If I convert the options to tokens, lets say John=32, Amy=27941, etc. and then use these token IDs to index into logits, I would get a probability distribution over the options.

Question: The default temperature of the model is 0, so select should be returning the most probable option from the above distribution by default? But I ran some experiments where the answer from select was not necessarily the same as the most likely one even with temperature = 0. Why would this happen? @slundberg

iamshnoo avatar Nov 18 '23 16:11 iamshnoo

Can you share an example @iamshnoo? I think there is either a bug or (more likely) you're not accounting for token healing issues. For example, if you run lm + This is a prompt ' + select(['dog', 'cat']), you need to look at the logprobs of ' dog' given 'This is a prompt', not only 'dog' given 'This is a prompt ' (notice the whitespaces)

marcotcr avatar Nov 18 '23 17:11 marcotcr

Oh good point @marcotcr ! I was not accounting for token healing. If I look at the probabilities of ' dog' and ' cat' for your example, then I am getting 0.5 for each (is this expected?) As opposed to previously when for 'dog' and 'cat', I get different probabilities even at temp=0.

For reference, the code I am using to look at probabilities is the following:

# split_options is a list of strings with no trailing or leading whitespaces.
# prompt is in alpaca format ending in "Response:\n" with no space after the \n
# out_select is the output of select
lm = llama2 + prompt + f" {select(split_options, name='answer')}"
out_select = lm["answer"]

# out_sentence is the output of taking the max of the logits
# but note that probabilities are the same for each option, 
# so out_sentence is just the first item of option_probs dict
all_logits = lm._cache_state["logits"]
split_options = [" " + o for o in split_options] # add a leading space to each option (undo token healing)
option_tokens = [tokenizer.encode(o) for o in split_options]
option_tokens = [o[1] for o in option_tokens] # tokenizer adds <s> to each option in the above line
option_logits = [all_logits[o] for o in option_tokens]
option_probs = torch.softmax(torch.tensor(option_logits), dim=0)
option_probs = [float(o) for o in option_probs]
option_probs = dict(zip(split_options, option_probs))
out_sentence = max(option_probs, key=option_probs.get)
out_sentence = out_sentence.strip() # strip the added space

Questions:

  1. But if dog and cat are equally likely, then why does select choose one over the other? (i.e if guidance returns dog for the answer, then how can I justify that answer unless I have some difference in probability values compared to cat)
  2. Also as noted in #449 , the select call is deterministic and does not change outputs even if I pass the temperature parameter to the model as a value other than 0?

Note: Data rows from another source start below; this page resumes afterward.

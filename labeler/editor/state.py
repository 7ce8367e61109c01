"""The editor's state, free of any window: one tile being edited and every operation on it.

:class:`EditorState` is the facade the window (and the tests) talk to. It holds the image,
the proposal, the mask and the weak label and puts together the parts that live in their
own modules:

* :mod:`labeler.editor.view` -- view geometry: tile <-> view coordinates, zoom, pan, panes;
* :mod:`labeler.editor.history` -- the undo history of compact per-edit diffs;
* :mod:`labeler.editor.tools` -- brush, erase, scribble, polygon, fill, box, refine and the
  pointer gestures (a mixin of this class);
* :mod:`labeler.editor.render` -- drawing the view, redrawing only what changed.

It never opens a window, so all of it is tested on tiny arrays.

Counters
    ``actions`` counts the gestures that edit or build an edit: a stroke (press, drag,
    release), a polygon vertex, a click that closes or fills, a box, and the commands
    refine, relearn, clear the weak label, undo, redo and restoring a draft. Selecting a class or tool,
    zooming, panning and toggling views are not counted. ``seconds`` is active time: the
    wall-clock gaps between consecutive events (:meth:`EditorState.note_activity`), where
    a gap longer than ``idle_seconds`` (60 s by default) counts as a break and is left out
    entirely.

Learning on the tile
    ``learner`` (set by whoever opens the editor; None without a trained model) maps the
    annotator's marks (:attr:`EditorState.marks`) to a new proposal of the whole tile;
    :meth:`EditorState.relearn` applies it (:mod:`labeler.editor.tools`), and with
    ``relearn_on_scribble`` every finished scribble does so too.

The state knows whether the mask differs from the proposal (``changed``) but decides
nothing about what a save means: the workflow records the annotation state of a save.
"""

from __future__ import annotations

import math
import time
from collections.abc import Callable, Sequence

import numpy as np

from labeler.classes import DEFAULT_SCHEMA, UNLABELLED, ClassSchema
from labeler.editor.history import Box, EditHistory
from labeler.editor.keys import TOOL_NAMES
from labeler.editor.render import Marks, Renderer
from labeler.editor.tools import STROKE_KINDS, EditingTools
from labeler.editor.view import Viewport, ViewTransform

__all__ = ["EditorState", "RADIUS_RANGE"]

#: Smallest and largest brush radius in tile pixels.
RADIUS_RANGE = (0.5, 128.0)
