"""The queue screen: tiles in picker order, filters, the preview and the annotator's keys.

Every store or model call runs in a worker thread; results come back to the interface
through ``App.call_from_thread``. The screen decides nothing itself: accepting, parking,
the next tile, the queue order and retraining are :mod:`labeler.workflow` functions.

Holds are shown live: every :attr:`QueueScreen.holds_every` seconds the screen reads who
holds which tile (:func:`labeler.workflow.views.holders`, one light query) and, when that
differs from the rows shown, reads the rows again, so a tile another annotator opens (or
saves, or gives back) changes its state and "who" cells within that time.
"""

from __future__ import annotations

from collections.abc import Sequence

from textual import on, work
from textual.app import ComposeResult
from textual.containers import Horizontal, Vertical
from textual.screen import Screen
from textual.widgets import DataTable, Footer, Header, Input, Label, Select, Static
from textual.worker import get_current_worker

import labeler.workflow as workflow
from labeler.metrics import format_iou
from labeler.states import PARKED, STATES
from labeler.tui.keys import HEADER_ICON, QUEUE_KEYS, bindings
from labeler.tui.park_prompt import ParkPrompt
from labeler.tui.preview import overlay
from labeler.tui.rows import (
    NOBODY,
    QUEUE_COLUMNS,
    RowFilter,
    filter_rows,
    fit_columns,
    preview_caption,
    queue_cells,
    ranking_notes,
)
from labeler.tui.widgets import TilePreview, WorkBar, palette_legend
from labeler.workflow.annotating import QueueRow
from labeler.workflow.views import holders

__all__ = ["QueueScreen"]
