from labeler.classes import DEFAULT_SCHEMA, ClassSchema
from labeler.errors import ConflictError, LabelerError, NotFoundError
from labeler.imagery.tiling import Window
from labeler.imagery.write import png_bytes
from labeler.states import (
    AMENDED,
    ANNOTATION_KINDS,
    ANNOTATION_STATES,
    HELD,
    PARKED,
    PROPOSED,
    SAVED_STATES,
    SETTLED,
    STATES,
    UNSEEN,
    check_move,
)
from labeler.store import schema as t
from labeler.store.dialect import integrity_check, make_engine
from labeler.store.records import (
    AnnotationRecord,
    DraftRecord,
    EventRecord,
    ImageRecord,
    ModelVersionRecord,
    ProposalRecord,
    RankingItem,
    TileRecord,
    decode_mask,
    npy_bytes,
)

__all__ = ["Store", "NewImage", "NewAnnotation", "NewProposal", "now"]

_SAVE_RETRIES = 8


def now() -> datetime:
    """The current time, UTC, timezone-aware."""
    return datetime.now(UTC)


def _utc(value: datetime | None) -> datetime | None:
    if value is None:
        return None
    return value if value.tzinfo is not None else value.replace(tzinfo=UTC)


@dataclass(frozen=True)
class NewImage:
    """What :meth:`Store.add_image` needs to know of an image."""

    name: str
    path: str
    sha256: str
    width: int
    height: int
    bands: int
    dtype: str
    crs: str | None = None
    transform: tuple[float, ...] | None = None
    georef_source: str | None = None


@dataclass(frozen=True)
class NewAnnotation:
    """One annotation to save (see :meth:`Store.save_annotation` for the fields)."""

    tile_id: int
    annotator: str
    mask: np.ndarray
    parent_version: int | None
    kind: str = "full"
    state: str = "amended"
    seconds: float = 0.0
    actions: int = 0
    source: str = "editor"
    proposal_id: int | None = None
    tile_state: str | None = None


@dataclass(frozen=True)
class NewProposal:
    """One proposal to store (mask (H, W) uint8 plus optional uncertainty)."""

    tile_id: int
    mask: np.ndarray
    uncertainty: np.ndarray | None = None  # (3, h, w) float16
    embedding: np.ndarray | None = None  # (D,) float32
    mean_entropy: float | None = None
    mean_margin: float | None = None
    mean_bald: float | None = None
    mean_least_confidence: float | None = None
    class_fractions: Sequence[float] | None = None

iamshnoo avatar Nov 18 '23 19:11 iamshnoo

@iamshnoo I don't understand why you get the full distribution. It works only if the different options have different first tokens leading to the fact that choosing the first token is equivalent to choosing one of the option. Does this happen often? I am not aware of exact tokens but you can imagine something like

  • option 1 = token_1 ...
  • option 2 = token_1 ...
  • option 3 = token_2 ...

In this case you need to generate every options and compute the likelihood for every option (not truly but you get my point I hope). Maybe I miss something but I really don't see how you can do it in one generation in every case.

paucodeici avatar Nov 20 '23 09:11 paucodeici

@iamshnoo In option_tokens = [o[1] for o in option_tokens], the token at position [1] is a space. tokenizer.encode(' dogs')=[1, 29871, 26361]. The space is common to all options, which is why you are getting the same probability.